If a line in the records below includes the word "return", count it, then give the total and nothing else.

[[ Data extract open ]]

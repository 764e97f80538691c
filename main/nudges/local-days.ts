/**
 * Counting days on the user's own calendar (a zone's wall clock) rather than in 24-hour
 * blocks, so "once a day" and "closed 3 days ago" follow the dates the user sees even
 * when a DST change makes a day 23 or 25 hours long.
 */
import type { WallTime } from '../../shared/time';
import { wallTimeAt } from '../../shared/time';

/** Days since 1970-01-01 of the wall time's calendar date (its time of day is ignored). */
export function dayNumber(wall: WallTime): number {
  // setUTCFullYear rather than Date.UTC: Date.UTC maps years 0–99 onto 1900–1999.
  const d = new Date(0);
  d.setUTCFullYear(wall.year, wall.month - 1, wall.day);
  return Math.round(d.getTime() / 86_400_000);
}

/** Calendar days from the local date of `fromMs` to that of `toMs`, both read in `timeZone`. */
export function calendarDaysBetween(fromMs: number, toMs: number, timeZone: string): number {
  return dayNumber(wallTimeAt(toMs, timeZone)) - dayNumber(wallTimeAt(fromMs, timeZone));
}

/** "YYYY-MM-DD" of a wall time's calendar date. */
export function dateLabel(wall: WallTime): string {
  const p = (n: number, width: number) => String(n).padStart(width, '0');
  return `${p(wall.year, 4)}-${p(wall.month, 2)}-${p(wall.day, 2)}`;
}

[[ Data extract closed ]]

» **Output for this task**
3